Question

In an orthorhombic unit cell, the value of a, b and c are respectively \[{\rm{4}}{\rm{.2}}\,\mathop {\rm{A}}\limits^{\rm{o}} \], \[8.6\,\mathop {\rm{A}}\limits^{\rm{o}} \] and \[8.3\,\mathop {\rm{A}}\limits^{\rm{o}} \]. Given the molecular mass of the solute is \[{\rm{155}}\,{\rm{g}}\,{\rm{mo}}{{\rm{l}}^{{\rm{ - 1}}}}\]and that of density is \[\rm{3.3 \,gm}/\rm{cc}\], the number of formula units per unit cell is
(A) \[2\]
(B) \[3\]
(C) \[4\]
(D) \[{\rm{6}}\]

Answer 1

Hint: As we know that, the density is measured by the packing of the atoms in the unit cell, the total number of formula unit cells tells us how many formulae can be generated in the given unit cell.

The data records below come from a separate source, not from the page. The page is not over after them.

/** The long view: scale factor against cosmic time, as plain data. Whoever draws it chooses sizes and colours. */
import type { Solution } from '../solve'
import { extrapolates } from '../words/beyond'
import { END_NAMES, endLabel, endsInTime } from '../words/ending'
import { longViewCaption, longViewText } from './caption'
import { type Eras, erasOf } from './eras'
import { type Readings, readingsOf } from './readings'
import { type Point, sampleCurve } from './sample'
import { type Entry, type Window, windowOf } from './window'

export type Drawn = Pick<Solution, 'scenario' | 'code' | 'label' | 'origin' | 'end' | 'measures' | 'moments'>

/** What is put where a curve stops. */
export type Mark =
  /** Where a history begins or turns: a ring. */
  | { readonly kind: 'ring'; readonly at: Point }
  /** Where a history ends: a cross. */
  | { readonly kind: 'cross'; readonly at: Point }
  /** Where it leaves the window: an arrow along the curve. */
  | { readonly kind: 'arrow'; readonly at: Point; readonly from: Point }

export interface Curve {
  /** Place in the list of scenarios: hue and dash follow from it. */
  readonly slot: number
  readonly code: string
  readonly name: string
  /** The visible parts in the order of time. */
  readonly segments: readonly (readonly Point[])[]
  readonly marks: readonly Mark[]
  /** Beside the name: what becomes of it. */
  readonly note: string
  /** Where the label belongs; null where nothing of the curve is in the window. */
  readonly finish: { readonly at: Point; readonly edge: 'top' | 'right' | 'inside' } | null
  /** The time of a rip within the window, which the curve approaches. */
  readonly asymptote: number | null
  /** The ending by name, and its time where it has one. */
  readonly ending: string
  /** Null where the contents are not known. */
  readonly eras: Eras | null
  /** True where the future is the extrapolation of a law fitted to the past. */
  readonly extrapolated: boolean
}

export interface LongView {
  readonly window: Window
  readonly curves: readonly Curve[]
  /** For a cursor: it reads all curves at once. */
  readonly readings: Readings
  /** True where a future is the extrapolation of a law fitted to the past. */
  readonly hatched: boolean
  readonly caption: string
  readonly alternative: string
}

export function longView(entries: readonly Entry<Drawn>[]): LongView {
  const window = windowOf(entries)
  const solutions = entries.map(({ solution }) => solution)
  const curves = entries.map((entry, slot) => curveOf(entry, slot, window))
  return {
    window,
    curves,
    readings: readingsOf(entries, window),
    hatched: curves.some(({ extrapolated }) => extrapolated),
    caption: longViewCaption(solutions, {
      marks: new Set(curves.flatMap(({ marks }) => marks.map(({ kind }) => kind))),
      ribbons: curves.some(({ eras }) => eras !== null),
    }),
    alternative: longViewText(solutions, window),
  }
}

function curveOf(entry: Entry<Drawn>, slot: number, window: Window): Curve {
  const { solution } = entry
  const segments = sampleCurve(entry, window)
  const finish = finishOf(segments, window)
  const asymptote = asymptoteOf(solution, window)
  return {
    slot,
    code: solution.code,
    name: solution.label,
    segments: segments.map((segment) => segment.map(rounded)),
    marks: [...startMarks(solution, segments, window), ...endMarks(solution, segments, window)],
    note: asymptote === null ? noteOf(solution, window) : '',
    finish,
    asymptote,
    ending: endLabel(solution),
    eras: entry.contents ? erasOf(entry.contents, window) : null,
    extrapolated: extrapolates(solution.scenario),
  }
}

/** Far finer than a screen, and half as long on its way there. */
function rounded([time, scale]: Point): Point {
  return [Number(time.toPrecision(6)), Number(scale.toPrecision(6))]
}

function noteOf({ end }: Drawn, { to }: Window): string {
  if (end.kind === 'oscillating' || !endsInTime(end.kind)) return END_NAMES[end.kind]
  return end.time !== null && end.time <= to ? endLabel({ end }) : `later: ${endLabel({ end })}`
}

function asymptoteOf({ end }: Pick<Drawn, 'end'>, { to }: Window): number | null {
  return end.kind === 'rip' && end.time !== null && end.time <= to ? end.time : null
}

function finishOf(segments: Curve['segments'], { to, top }: Window): Curve['finish'] {
  const at = segments.at(-1)?.at(-1)
  if (!at) return null
  if (at[1] >= top) return { at, edge: 'top' }
  return { at, edge: at[0] >= to ? 'right' : 'inside' }
}

function startMarks({ origin }: Drawn, segments: Curve['segments'], window: Window): Mark[] {
  const marks: Mark[] = []
  if (origin.time !== null && origin.time >= window.from && origin.scale <= window.top) {
    marks.push({ kind: 'ring', at: [origin.time, origin.scale] })
  }
  const [at, from] = segments[0] ?? []
  const begins = origin.kind === 'big-bang' || origin.kind === 'singular'
  if (at && from && !(begins && origin.time === at[0])) marks.push({ kind: 'arrow', at, from })
  return marks
}

function endMarks({ end }: Drawn, segments: Curve['segments'], window: Window): Mark[] {
  const [from, at] = segments.at(-1)?.slice(-2) ?? []
  if (!at || !from) return []
  const asymptote = asymptoteOf({ end }, window)
  if (asymptote !== null)
    return [
      { kind: 'arrow', at, from },
      { kind: 'cross', at: [asymptote, window.top] },
    ]
  const inside = endsInTime(end.kind) && end.time !== null && end.time <= window.to
  return [inside ? { kind: 'cross', at } : { kind: 'arrow', at, from }]
}
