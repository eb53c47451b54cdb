/** Labels at the ends of curves: above the plot, beside it, or next to a mark within it, never one over another. */
import type { Chart, Curve } from './chart'
import { insideLabels } from './inside-labels'
import {
  boxOf,
  type Label,
  labelHeight,
  labelWidth,
  NOTE_SIZE,
  swatchWidth,
  type Texts,
  textsOf,
  toneOf,
} from './label'
import { costOf, coverOf, obstaclesOf } from './obstacles'
import type { Frame, Plot } from './plot'
import { rowsOf } from './rows'
import { spread } from './spread'
import { fitted } from './text-width'

/** Between names, in units of the type. */
const GAP = 0.9
/** A line from the row above the plot to an end so far left of it would strike through the title of the axis. */
const UNDER_TITLE = 3
/** Less of a name is no name. */
const SHORTEST_NAME = 5

type Drawn = Pick<Chart, 'curves' | 'spots' | 'now' | 'x' | 'references' | 'ribbons'>

/** `free` is where the row above the plot begins, right of the axis title. */
export function placeLabels(chart: Drawn, plot: Plot, frame: Frame, free: number): readonly Label[] {
  const ends = namedAbove(chart.curves, frame, free)
  const below = ends.filter(({ finish }) => plot.x(finish?.at[0] ?? 0) < free - UNDER_TITLE * frame.type)
  // Ribbons bear hue and dash of every curve; without them a curve that has no room above is named within.
  if (ends.length === 0 && chart.ribbons.length === 0) below.push(...chart.curves.filter(leavesAbove))
  const above = topLabels(
    ends.filter((curve) => !below.includes(curve)),
    plot,
    frame,
    free,
  )
  const beside = frame.compact ? [] : rightLabels(chart.curves, plot, frame)
  const placed = [...above, ...beside]
  placed.push(...insideLabels(chart, plot, frame, { placed, below }))
  return frame.compact ? [...placed, ...withinRight(chart, plot, frame, placed)] : placed
}

const leavesAbove = ({ finish }: Curve): boolean => finish?.edge === 'top'

/** The curves that are named above the plot. On a phone that has no room for them all it is none: hue and dash are the key. */
export function namedAbove(curves: readonly Curve[], frame: Frame, free: number): readonly Curve[] {
  const ends = curves.filter(leavesAbove)
  return frame.compact && roomAbove(ends, frame, free) < SHORTEST_NAME * frame.type ? [] : ends
}

/** For each label, where not all can have what they need. */
function roomAbove(ends: readonly Curve[], frame: Frame, free: number): number {
  const widths = ends.map((curve) => labelWidth(textsOf(curve, frame), frame.type))
  return sharedRoom(widths, frame.width - free - ends.length * GAP * frame.type)
}

function topLabels(ends: readonly Curve[], plot: Plot, frame: Frame, free: number): Label[] {
  const { type } = frame
  const room = roomAbove(ends, frame, free)
  const texts = ends.map((curve) => shortened(textsOf(curve, frame), room, type))
  const wishes = ends.map((curve, i) => ({
    middle: plot.x(curve.finish?.at[0] ?? 0),
    length: labelWidth(texts[i] ?? EMPTY, type) + GAP * type,
  }))
  const middles = spread(wishes, free, frame.width)
  return ends.map((curve, i) => {
    const x = middles[i] ?? 0
    const half = (wishes[i]?.length ?? 0) / 2 - GAP * type
    const target = wishes[i]?.middle ?? 0
    const y = plot.top - 0.9 * type - labelHeight(texts[i] ?? EMPTY, type)
    const foot = plot.top - 0.9 * type + 2
    const leader = [Math.max(x - half, Math.min(x + half, target)), foot, target, plot.top - 2] as const
    return { tone: toneOf(curve), ...(texts[i] ?? EMPTY), anchor: 'middle' as const, x, y, leader }
  })
}

/** The greatest width such that all fit when the longer ones are cut to it. */
function sharedRoom(widths: readonly number[], total: number): number {
  let left = total
  const ascending = [...widths].sort((one, other) => one - other)
  for (const [i, width] of ascending.entries()) {
    const share = left / (ascending.length - i)
    if (width > share) return share
    left -= width
  }
  return Number.POSITIVE_INFINITY
}

const EMPTY = { name: '', note: '' }

function shortened(text: Texts, room: number, type: number): Texts {
  return { name: fitted(text.name, type, room), note: fitted(text.note, type * NOTE_SIZE, room) }
}

function rightLabels(curves: readonly Curve[], plot: Plot, frame: Frame): Label[] {
  const ends = curves.filter((curve) => curve.finish?.edge === 'right')
  const texts = ends.map((curve) => textsOf(curve, frame))
  const wishes = ends.map((curve, i) => ({
    middle: plot.y(curve.finish?.at[1] ?? 0),
    length: labelHeight(texts[i] ?? EMPTY, frame.type) + 4,
  }))
  const middles = spread(wishes, plot.top - frame.type, plot.bottom)
  return ends.map((curve, i) => {
    const length = wishes[i]?.length ?? 0
    const [middle, target] = [middles[i] ?? 0, wishes[i]?.middle ?? 0]
    const x = plot.right + 0.9 * frame.type
    const leader = Math.abs(middle - target) > length / 3 ? ([x - 3, middle, plot.right + 2, target] as const) : null
    const texted = texts[i] ?? EMPTY
    return { tone: toneOf(curve), ...texted, anchor: 'start' as const, x, y: middle - length / 2 + 2, leader }
  })
}

/** Worth of a pixel between a name and the end of its curve. Tuned by eye. */
const AWAY = 0.5

interface RightEnd {
  readonly curve: Curve
  readonly texts: Texts
  /** Where the curve ends. */
  readonly at: number
  readonly height: number
}

/** Without room beside the plot: right-aligned within it, in the order of the ends; with strokes where a name is nearer to another. */
function withinRight(chart: Drawn, plot: Plot, frame: Frame, placed: readonly Label[]): Label[] {
  const { type } = frame
  const ends = chart.curves
    .filter((curve) => curve.finish?.edge === 'right')
    .map((curve): RightEnd => {
      const texts = textsOf(curve, frame)
      return { curve, texts, at: plot.y(curve.finish?.at[1] ?? 0), height: labelHeight(texts, type) }
    })
    .sort((one, other) => one.at - other.at)
  if (ends.length === 0) return []
  const right = plot.right - 0.7 * type
  const taken = placed.map((label) => boxOf(label, type))
  const way = { covered: coverOf(obstaclesOf(chart, plot)), lines: [], taken, edges: plot }
  const topsWith = (more: number) => {
    const rows = ends.map(({ texts, at, height }) => {
      const width = labelWidth(texts, type) + more
      const cost = (y: number) =>
        AWAY * Math.abs(y + height / 2 - at) + costOf({ x: right - width, y, width, height }, way)
      return { height, cost }
    })
    return rowsOf(rows, plot.top, plot.bottom)
  }
  const plain = topsWith(0)
  const stray = isAstray(ends, plain)
  const tops = stray ? topsWith(swatchWidth(type)) : plain
  return ends.map(({ curve, texts }, i) => ({
    tone: toneOf(curve),
    ...texts,
    anchor: 'end',
    x: right,
    y: tops[i] as number,
    leader: null,
    swatch: stray ? curve : undefined,
  }))
}

/** Is any name nearer to the end of another curve than to that of its own? */
function isAstray(ends: readonly RightEnd[], tops: readonly number[]): boolean {
  return ends.some(({ at, height }, i) => {
    const middle = (tops[i] as number) + height / 2
    return ends.some((other) => Math.abs(middle - other.at) < Math.abs(middle - at))
  })
}
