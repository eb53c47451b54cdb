/** Which component dominates when, and when the expansion accelerates: stretches of time within a window. */
import type { Era } from './contents'
import { EVEN } from './sample'
import { type Range, valueAt } from './scale'

export interface Stretch<T> {
  readonly from: number
  readonly to: number
  readonly value: T
}

export interface Eras {
  readonly dominant: readonly Stretch<Era>[]
  readonly accelerating: readonly Stretch<true>[]
}

/** A history as places in the order of time. */
export interface Course<Place> {
  readonly at: (time: number) => Place
  readonly timeOf: (place: Place) => number
  /** A place between two; by what is at hand, so it need not be the middle of their times. */
  readonly between: (one: Place, other: Place) => Place
}

/** What is told of a place; null where there is nothing to tell. */
export interface Told<Place> {
  readonly dominant: (place: Place) => Era | null
  readonly accelerating: (place: Place) => true | null
}

/** Halvings until a boundary is finer than a hundredth of a pixel. */
const HALVINGS = 14

/** What is shorter than half a step of the curve can be missed; it could not be seen. */
export function erasOf<Place>(course: Course<Place>, { dominant, accelerating }: Told<Place>, x: Range): Eras {
  const places = placesOf(course, x)
  return { dominant: stretches(course, places, dominant), accelerating: stretches(course, places, accelerating) }
}

/** At the even steps of the curve, which are known already, and between any two of them. */
function placesOf<Place>({ at, between }: Course<Place>, x: Range): readonly Place[] {
  const places = [at(valueAt(x, 0))]
  for (let i = 1; i <= EVEN; i++) {
    const next = at(valueAt(x, i / EVEN))
    places.push(between(places[places.length - 1] as Place, next), next)
  }
  return places
}

/** Maximal stretches of one value; null is no value. */
export function stretches<T, Place>(
  course: Course<Place>,
  places: readonly Place[],
  valueAt: (place: Place) => T | null,
): Stretch<T>[] {
  const found: Stretch<T>[] = []
  let [before] = places as readonly [Place]
  let start = before
  let value = valueAt(before)
  const end = (to: Place) => {
    const [one, other] = [course.timeOf(start), course.timeOf(to)]
    if (value !== null && other > one) found.push({ from: one, to: other, value })
    start = to
  }
  for (const place of places) {
    const next = valueAt(place)
    if (next !== value) end(boundary(course, before, place, value, valueAt))
    value = next
    before = place
  }
  end(before)
  return found
}

function boundary<T, Place>(
  { between }: Course<Place>,
  from: Place,
  to: Place,
  value: T | null,
  valueAt: (place: Place) => T | null,
): Place {
  let [low, high] = [from, to]
  for (let i = 0; i < HALVINGS; i++) {
    const middle = between(low, high)
    if (valueAt(middle) === value) low = middle
    else high = middle
  }
  return between(low, high)
}
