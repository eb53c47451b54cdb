/**
 * Linear growth of structure well inside the horizon, with smooth dark energy: D(a) with D = 1 today, and f = d ln D/d ln a,
 * for the solution that stays regular as a → 0. What clusters is cold matter and the part ρ − 3p of massive neutrinos.
 */
import type { Arm } from '../history/arm'
import { type Event, expansionAtEvent } from '../history/event'
import type { History } from '../history/history'
import type { Place } from '../history/place'
import { plainZone } from '../history/plain-zone'
import { explodes, leadingExponent } from '../history/tail'
import type { Zone } from '../history/zone'
import { type Path, pathOf, roundingAt, type State, stateOn } from './growth-panels'
import { logContrastBefore, rateBefore, type Start, startOf } from './growth-start'
import { bounded, type Missing, missing, type Outcome } from './outcome'

interface Growth {
  readonly start: Start
  readonly past: Path
  readonly today: State
  readonly future: Path
}

const OUT_OF_RANGE = missing('growth there is outside the range of floating-point numbers')
const CONTRACTING = missing('growth is counted along the expansion, and this epoch lies on a contracting branch')
const AT_REST = missing('the expansion stands still here, so a slope by ln a is not defined')
const UNBOUNDED = missing('growth goes on without bound while the expansion comes to rest')

/** D over its value today. */
export function growthAt(history: History, event: Event): Outcome {
  const growth = growthFor(history, event)
  if ('because' in growth) return growth
  const { start, today } = growth
  const { N } = event.place
  const state = holdsBeforePanels(growth, N) ? null : stateAt(growth, event)
  const contrast = holdsBeforePanels(growth, N) ? Math.exp(logContrastBefore(start, N)) : state?.contrast
  const value = (contrast ?? Number.NaN) / today.contrast
  if (!(value > 0 && Number.isFinite(value))) return OUT_OF_RANGE
  // D changes by at most about eps |N| of itself where ln a is rounded.
  const gathered = Math.abs((state ?? start.state).error - today.error) + Number.EPSILON * Math.abs(N)
  return bounded(value, value * gathered)
}

/** f = d ln D/d ln a. */
export function growthRateAt(history: History, event: Event): Outcome {
  const growth = growthFor(history, event)
  if ('because' in growth) return growth
  const { N } = event.place
  if (holdsBeforePanels(growth, N)) return closedRate(growth.start, N)
  const e2 = expansionAtEvent(event)
  if (atRest(event.place) || e2 <= 0) return AT_REST
  const state = stateAt(growth, event)
  if (state === null) return OUT_OF_RANGE
  const value = (state.flow * Math.exp(-2 * N)) / (Math.sqrt(e2) * state.contrast)
  return Number.isFinite(value)
    ? bounded(value, value * (state.error + roundingOf(event.place)))
    : /* v8 ignore next -- a guard: E² is above zero here */ OUT_OF_RANGE
}

function closedRate(start: Start, N: number): Outcome {
  const value = rateBefore(start, N)
  return bounded(value, start.state.error * value)
}

/** Growth where it is defined at this event. */
function growthFor(history: History, event: Event): Growth | Missing {
  if (event.sign < 0) return CONTRACTING
  const { arm } = event.place
  if (arm.end.kind === 'double' && atRest(event.place)) return UNBOUNDED
  return growthOf(history)
}

const solved = new WeakMap<History, Growth | Missing>()

/** Once per history. */
function growthOf(history: History): Growth | Missing {
  let growth = solved.get(history)
  if (!growth) {
    growth = obstacleTo(history) ?? grow(history)
    solved.set(history, growth)
  }
  return growth
}

function obstacleTo({ past, origin }: History): Missing | null {
  const { coldMatter, states } = past.model.budget
  if (coldMatter === 0 && states.length === 0) return missing('there is no matter to cluster')
  if (origin.kind !== 'big-bang') return missing('growth starts from a Big Bang, and this expansion has none')
  const exponent = leadingExponent(past.model, -1)
  if (explodes(past.model, -1) || exponent === null || exponent > 4) {
    return missing('something stiffer than radiation rules early, and all solutions are regular there')
  }
  return null
}

function grow({ past, future }: History): Growth | Missing {
  const start = startOf(past)
  const zones = zonesSince(start, past)
  const before = pathOf(past.model, zones, start.state)
  const today = stateOn(before, zones[zones.length - 1], 0)
  if (today === null) return OUT_OF_RANGE
  const ahead = [...new Set(future.panels.map((one) => one.zone))]
  return { start, past: before, today, future: pathOf(future.model, ahead, today) }
}

/** From the start to today, in ln a, broken where the law breaks. */
function zonesSince(start: Start, { model }: Arm): readonly Zone[] {
  const breaks = model.law.breaks.filter((N) => N > start.N && N < 0).sort((one, other) => one - other)
  const edges = [start.N, ...breaks, 0]
  return edges.slice(1).map((to, i) => plainZone(model, 1, edges[i], to))
}

const holdsBeforePanels = ({ start }: Growth, N: number): boolean => N < start.N && start.goodFrom === start.N

/** D in the scale of its start, q and the error at an event on the expanding branch; null beyond the doubles. */
function stateAt({ start, past, future }: Growth, { phase, place }: Event): State | null {
  if (phase === 'past') {
    const zone = past.zones.find((one) => place.N <= one.to)
    return zone && place.N >= start.goodFrom ? stateOn(past, zone, place.N) : null
  }
  const beyond = place.panel === place.arm.panels.length
  const { zone } = place.arm.panels[beyond ? place.panel - 1 : place.panel]
  return stateOn(future, zone, beyond ? zone.variableAt(place.N) : place.s)
}

/** Relative rounding of 1/E at a place. */
const roundingOf = ({ arm, panel, s }: Place): number =>
  panel < arm.panels.length ? roundingAt(arm.panels[panel].zone, s) : 2 * Number.EPSILON

/** Does the arm come to rest here, at a turning point or a static state? */
const atRest = ({ arm, panel }: Place): boolean => arm.end.kind !== 'none' && panel === arm.panels.length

Complete step by step answer
Formula unit is generated by the total number of ions (Cation or anions) in the unit cell such as in rock salt, the number of cation per unit cell is \[4\] and the number of anions per unit cell is \[4\] so, therefore, the total number of formula per unit cell will be \[4\].
Density of the orthorhombic unit cell is calculated by the formula-
\[{\rm{d = }}\dfrac{{{\rm{Z}}\,{\rm{ \times M}}\,\,}}{{{{\rm{N}}_{\rm{a}}}{\rm{ \times }}\,{\rm{a \times b}}\,{\rm{ \times }}\,{\rm{c}}}}\]
Where, \[{\rm{Z}}\] is the number of ions per unit cell, \[{\rm{M}}\]is the molecular mass of the compound, \[{{\rm{N}}_{\rm{a}}}\]is the Avogadro constant and a, b and c are the edge length.
In this question we are given as
\[{\rm{M}}\,{\rm{ = }}\,{\rm{155}}\,{\rm{g}}\,{\rm{mo}}{{\rm{l}}^{{\rm{ - 1}}}}\]
\[{\rm{a}} = {\rm{4}}{\rm{.2}}\,\mathop {\rm{A}}\limits^{\rm{o}} = {\rm{4}}{\rm{.2 \times 1}}{{\rm{0}}^{{\rm{ - 8}}}}\,{\rm{cm}}\]
\[{\rm{b}} = {\rm{8}}{\rm{.6}}\,\mathop {\rm{A}}\limits^{\rm{o}} = {\rm{8}}{\rm{.6 \times 1}}{{\rm{0}}^{{\rm{ - 8}}}}\,{\rm{cm}}\]
\[{\rm{c}} = {\rm{8}}{\rm{.3}}\,\mathop {\rm{A}}\limits^{\rm{o}} = {\rm{8}}{\rm{.3 \times 1}}{{\rm{0}}^{{\rm{ - 8}}}}\,{\rm{cm}}\]
$\rm{d=3.3\, gm}/\rm{cc}$
Now we are left with value of
\[{\rm{Z}}\,{\rm{ = }}\,{\rm{?}}\]
By putting above values in the above equation, we find as
${\rm{Z}}$ ${\rm{ = }}\,$ $\dfrac{6.022\times{10}^{23} {\rm{mol}^{-1}} \times {\rm{4}}{\rm{.2 \times 1}}{{\rm{0}}^{{\rm{ - 8}}}}\,{\rm{cm}}\times{\rm{8}}{\rm{.6 \times 1}}{{\rm{0}}^{{\rm{ - 8}}}}\,{\rm{cm}} \times {\rm{8}}{\rm{.3 \times 1}}{{\rm{0}}^{{\rm{ - 8}}}}\,{\rm{cm}} \rm{d=3.3\, gm}/\rm{cc}}{155{\rm{gmol}}^{-1}} $
${\rm{Z}}$ ${\rm{ = }} \rm{3.84} $
${\rm{Z}} {\rm{ \simeq }} \rm{4}$

Therefore, the correct option is C. 4

Note:
While calculating the density or numerical question, we generally forget unit conversions, that make us very disappointed, so, try to solve numerical with units.
In the thermodynamics and solution chapter, there are more unit conversions, so try to practice more numerically.